The quantum world has always been described as nebulous and strange, far beyond from the real word that we can touch and see. It’s been proved the best theory for the sub-atomic world after quantum mechanics was established as one of the major branches of fundamental science. Since the early days of quantum mechanics, we have explored the real-world applications of quantum mechanics. Up to date, we have invented quantum computing and quantum cryptography that rely on qubits, units of information. We have known that quantum mechanics has many counterintuitive theories, such as entanglement, which supports that a microscopic particle can be found in many locations at one time or linked to counterpart instantaneously across infinitely long distance. These theories look strange to most people but intriguing to scientists who believe they can help create new tools for probing the uncharted waters.

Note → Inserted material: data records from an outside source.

package lineproto

import (
	"fmt"
	"log/slog"
	"path/filepath"
	"slices"
	"strings"
	"time"

	"go.yaml.in/yaml/v3"

	"github.com/gliss-lab/gliss/drivers"
	"github.com/gliss-lab/gliss/drivers/benchfile/yamlnode"
	"github.com/gliss-lab/gliss/drivers/transport"
)

// Settings is the "settings" section of a lineproto or scpi instrument in
// a bench file.
type Settings struct {
	Transport Transport `bench:"transport,required"`
	// Axis is substituted for {axis} (the axis of a multi-axis controller).
	Axis string `bench:"axis"`
	// Scale and Offset convert physical units (mm, deg, meV, K) to device
	// units (steps, counts): device = physical·scale + offset.
	Scale  float64 `bench:"scale"`
	Offset float64 `bench:"offset"`
	// Tolerance is how close a motion must end to its target, physical units.
	Tolerance float64 `bench:"tolerance"`
	// Retries is the number of extra attempts of an idempotent query; Backoff
	// the wait before the first retry, doubled at each next one.
	Retries int           `bench:"retries"`
	Backoff time.Duration `bench:"backoff"`
	// Poll is the interval of motion polling.
	Poll time.Duration `bench:"poll"`
	// MotionMargin is added to the motion time computed from the distance
	// and the configured speed to make the deadline of a move.
	MotionMargin time.Duration `bench:"motion_margin"`
	// Ack, if set, is the reply every set command gets ("^OK$"); without it no
	// reply is read after a set command.
	Ack *Pattern `bench:"ack"`
	// ErrorReply marks an error reply to any command ("^ERR").
	ErrorReply *Pattern `bench:"error_reply"`
	// ErrorQuery, if set, is sent after each set command; its reply must
	// match ErrorNone.
	ErrorQuery string   `bench:"error_query"`
	ErrorNone  *Pattern `bench:"error_none"`
	// Identify is sent once at connect; its reply is the identification.
	Identify string `bench:"identify"`
	// Init commands are sent at connect, after identification.
	Init []string `bench:"init"`
	// Channels names the counter channels, in the order of the counts.
	Channels []string `bench:"channels"`
	Commands Commands `bench:"commands,required"`

	flavour string
	limits  drivers.Limits
	rec     *transport.Recorder
	pool    *transport.Pool
	log     *slog.Logger
}

// Transport selects and configures the link: exactly one of serial, tcp and
// replay.
type Transport struct {
	Serial   string  `bench:"serial"`
	Baud     int     `bench:"baud"`
	DataBits int     `bench:"data_bits"`
	Parity   string  `bench:"parity"`
	StopBits float64 `bench:"stop_bits"`
	TCP      string  `bench:"tcp"`
	// Replay plays a recording (JSON lines) back as the device.
	Replay          string        `bench:"replay"`
	WriteTerminator string        `bench:"write_terminator"`
	ReadTerminator  string        `bench:"read_terminator"`
	Timeout         time.Duration `bench:"timeout"`
	// Quiet is the silence awaited after a failed transaction before the
	// next command (see transport.Framing.Quiet).
	Quiet time.Duration `bench:"quiet"`
}

type transportFields Transport

// DecodeNode implements yamlnode.Unmarshaler: it checks that exactly one
// link is named and resolves a relative replay path against the bench file.
func (t *Transport) DecodeNode(d *yamlnode.Decoder, n *yaml.Node, key string) error {
	var f transportFields = transportFields(*t)
	d.Decode(n, key, &f)
	*t = Transport(f)
	kinds := 0
	for _, s := range []string{t.Serial, t.TCP, t.Replay} {
		if s != "" {
			kinds++
		}
	}
	if kinds != 1 {
		return fmt.Errorf("name exactly one of serial, tcp and replay (got %d)", kinds)
	}
	if t.Serial != "" {
		if _, err := (transport.Serial{Port: t.Serial, Baud: t.Baud, DataBits: t.DataBits, Parity: t.Parity, StopBits: t.StopBits}).Mode(); err != nil {
			return err
		}
	} else if t.Baud != 0 || t.DataBits != 0 || t.Parity != "" || t.StopBits != 0 {
		return fmt.Errorf("baud, data_bits, parity and stop_bits belong to a serial transport")
	}
	if t.Replay != "" && !filepath.IsAbs(t.Replay) && d.File != "" {
		t.Replay = filepath.Join(filepath.Dir(d.File), t.Replay)
	}
	if t.Timeout == 0 {
		t.Timeout = time.Second
	}
	return nil
}

func (t Transport) framing() transport.Framing {
	return transport.Framing{WriteTerminator: t.WriteTerminator, ReadTerminator: t.ReadTerminator, Timeout: t.Timeout, Quiet: t.Quiet}
}

// Commands are the command templates. Which ones an instrument needs
// depends on its role:
//
//	stage, attenuator, laser:  move {value}; position; optional busy, wait, home
//	powermeter:                read (unit uW)
//	thermometer:               read (unit K); optional setpoint {value}
//	counter:                   count {gate_ms}; optional gate {gate_ms} sent first
type Commands struct {
	Move     Template
	Position *Query
	Busy     *Query
	Wait     *Query
	Home     Template
	Read     *Query
	Setpoint Template
	Gate     Template
	Count    *Query
}

var commandKeys = []string{"move", "position", "busy", "wait", "home", "read", "setpoint", "gate", "count"}

// DecodeNode implements yamlnode.Unmarshaler.
func (c *Commands) DecodeNode(d *yamlnode.Decoder, n *yaml.Node, key string) error {
	if n.Kind != yaml.MappingNode {
		return fmt.Errorf("want a mapping of commands (%s)", strings.Join(commandKeys, ", "))
	}
	seen := map[string]bool{}
	for i := 0; i+1 < len(n.Content); i += 2 {
		k, v := n.Content[i], n.Content[i+1]
		kk := yamlnode.Key(key, k.Value)
		if seen[k.Value] {
			d.Errorf(k, kk, "given twice")
			continue
		}
		seen[k.Value] = true
		switch k.Value {
		case "move":
			c.Move = decodeTemplate(d, v, kk, "value", "axis")
		case "position":
			c.Position = decodeQuery(d, v, kk, "axis")
		case "busy":
			c.Busy = decodeQuery(d, v, kk, "axis")
		case "wait":
			c.Wait = decodeQuery(d, v, kk, "axis")
		case "home":
			c.Home = decodeTemplate(d, v, kk, "axis")
		case "read":
			c.Read = decodeQuery(d, v, kk, "axis")
		case "setpoint":
			c.Setpoint = decodeTemplate(d, v, kk, "value", "axis")
		case "gate":
			c.Gate = decodeTemplate(d, v, kk, "gate_ms", "gate_s", "axis")
		case "count":
			c.Count = decodeQuery(d, v, kk, "gate_ms", "gate_s", "axis")
		default:
			d.Errorf(k, kk, "unknown command (allowed: %s)", strings.Join(commandKeys, ", "))
		}
	}
	return nil
}

// CheckRole reports, with the file's lines, what the settings lack for role.
func (s *Settings) CheckRole(d *yamlnode.Decoder, n *yaml.Node, key string, role drivers.Role) {
	cn := yamlnode.Child(n, "commands")
	ck := yamlnode.Key(key, "commands")
	c := &s.Commands
	need := func(ok bool, name, why string) {
		if !ok {
			d.Errorf(cn, yamlnode.Key(ck, name), "missing (%s)", why)
		}
	}
	valueGroup := func(q *Query, name string) {
		if q != nil && q.Pattern != nil && q.Pattern.re != nil && q.Pattern.re.SubexpIndex("value") < 0 {
			d.Errorf(yamlnode.Child(cn, name), yamlnode.Key(ck, name+".pattern"), "pattern %q has no group (?P<value>…)", q.Pattern)
		}
	}
	for _, q := range []struct {
		q    *Query
		name string
	}{{c.Position, "position"}, {c.Read, "read"}} {
		valueGroup(q.q, q.name)
	}
	if !c.Home.IsZero() && c.Busy == nil && c.Wait == nil && s.flavour != "scpi" {
		d.Errorf(yamlnode.Child(cn, "home"), yamlnode.Key(ck, "home"), "needs a busy or wait query to know when homing is done")
	}
	if c.Busy != nil && (c.Busy.Busy == nil || c.Busy.Ready == nil) {
		d.Errorf(yamlnode.Child(cn, "busy"), yamlnode.Key(ck, "busy"), "a busy query needs both patterns, busy and ready")
	}
	forbid := func(ok bool, name string) {
		if ok {
			d.Errorf(yamlnode.Child(cn, name), yamlnode.Key(ck, name), "has no meaning for role %s", role)
		}
	}
	switch role {
	case drivers.RoleStage, drivers.RoleAttenuator, drivers.RoleLaser:
		why := "required for role " + string(role)
		need(!c.Move.IsZero(), "move", why)
		need(c.Position != nil, "position", why)
		forbid(c.Read != nil, "read")
		forbid(!c.Setpoint.IsZero(), "setpoint")
		forbid(c.Count != nil, "count")
		forbid(!c.Gate.IsZero(), "gate")
	case drivers.RolePowerMeter, drivers.RoleThermometer:
		need(c.Read != nil, "read", "required for role "+string(role))
		forbid(!c.Move.IsZero(), "move")
		forbid(c.Count != nil, "count")
		if role == drivers.RolePowerMeter {
			forbid(!c.Setpoint.IsZero(), "setpoint")
		}
	case drivers.RoleCounter:
		need(c.Count != nil, "count", "required for role counter")
		forbid(!c.Move.IsZero(), "move")
		forbid(c.Read != nil, "read")
		if len(s.Channels) == 0 {
			d.Errorf(n, yamlnode.Key(key, "channels"), "missing (a counter names its channels, such as [x, xx])")
		}
		if c.Count != nil && c.Count.Pattern != nil && c.Count.Pattern.re != nil {
			for _, ch := range s.Channels {
				if c.Count.Pattern.re.SubexpIndex(ch) < 0 {
					d.Errorf(yamlnode.Child(cn, "count"), yamlnode.Key(ck, "count.pattern"), "pattern %q has no group (?P<%s>…) for channel %s", c.Count.Pattern, ch, ch)
				}
			}
		}
		if !c.Gate.IsZero() && c.Count != nil && (c.Count.Send.Uses("gate_ms") || c.Count.Send.Uses("gate_s")) {
			d.Errorf(yamlnode.Child(cn, "count"), yamlnode.Key(ck, "count"), "with a gate command, count only reads: it takes no gate placeholder")
		}
		if c.Gate.IsZero() && c.Count != nil && !c.Count.Send.Uses("gate_ms") && !c.Count.Send.Uses("gate_s") {
			d.Errorf(yamlnode.Child(cn, "count"), yamlnode.Key(ck, "count"), "without a gate command, count must carry {gate_ms} or {gate_s}")
		}
	}
	if len(s.Channels) > 0 && role != drivers.RoleCounter {
		d.Errorf(yamlnode.Child(n, "channels"), yamlnode.Key(key, "channels"), "only a counter has channels")
	}
	if dup := firstDup(s.Channels); dup != "" {
		d.Errorf(yamlnode.Child(n, "channels"), yamlnode.Key(key, "channels"), "channel %q named twice", dup)
	}
	if s.Scale == 0 {
		d.Errorf(yamlnode.Child(n, "scale"), yamlnode.Key(key, "scale"), "must not be 0")
	}
	if s.Tolerance <= 0 {
		d.Errorf(yamlnode.Child(n, "tolerance"), yamlnode.Key(key, "tolerance"), "%g: must be > 0", s.Tolerance)
	}
	if s.Retries < 0 || s.Retries > 20 {
		d.Errorf(yamlnode.Child(n, "retries"), yamlnode.Key(key, "retries"), "%d outside [0, 20]", s.Retries)
	}
	if s.ErrorQuery != "" && s.ErrorNone == nil {
		d.Errorf(yamlnode.Child(n, "error_query"), yamlnode.Key(key, "error_none"), "missing (the reply pattern meaning \"no error\" for error_query %q)", s.ErrorQuery)
	}
}

func firstDup(s []string) string {
	for i, x := range s {
		if slices.Contains(s[:i], x) {
			return x
		}
	}
	return ""
}

// SetLimits gives the instrument its limits from the bench file (travel
// range and speed, for the refusal of out-of-range targets and the motion
// deadline).
func (s *Settings) SetLimits(l drivers.Limits) { s.limits = l }

// SetRecorder makes the instrument record every transaction.
func (s *Settings) SetRecorder(r *transport.Recorder) { s.rec = r }

// SetLogger sets the logger of the instrument and its link (retries,
// reconnections).
func (s *Settings) SetLogger(l *slog.Logger) { s.log = l }

// SetPool makes the instrument take its link from p instead of
// transport.DefaultPool.
func (s *Settings) SetPool(p *transport.Pool) { s.pool = p }

func defaultSettings(flavour string) *Settings {
	s := &Settings{
		Scale:        1,
		Tolerance:    0.01,
		Retries:      3,
		Backoff:      50 * time.Millisecond,
		Poll:         50 * time.Millisecond,
		MotionMargin: 2 * time.Second,
		flavour:      flavour,
	}
	if flavour == "scpi" {
		s.Identify = "*IDN?"
		s.ErrorQuery = "SYST:ERR?"
		// SCPI-99 §21.8: "0,\"No error\"" (the + sign is optional in
		// <NR1>; common practice, no published source for the variants).
		s.ErrorNone = MustPattern(`^\s*\+?0\s*(,|$)`)
		s.Init = []string{"*CLS"}
	}
	return s
}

Recently, researchers have utilized quantum mechanics to create sensing systems to measure various physical quantities, such as, magnetic field, electric field, time, frequency, temperature, pressure, movement, etc. These sensing systems are referred to quantum sensors. Examples of quantum sensor, include magnetometers based on superconducting quantum interference devices, gravimeters, gradiometers, nuclear magnetic, paramagnetic resonance, electron microscopes and atomic clocks. The area of quantum sensing has become so promising that the U.S. National Quantum Initiative Act was signed into law in 2018. According to NSF (National Science Foundation), in the next decade, breakthrough will be achieved in many applications of quantum sensing technology, such as next generation positioning and navigation, timing systems for military and commerce, and new methods for addressing complex problems in material science, chemistry and physics.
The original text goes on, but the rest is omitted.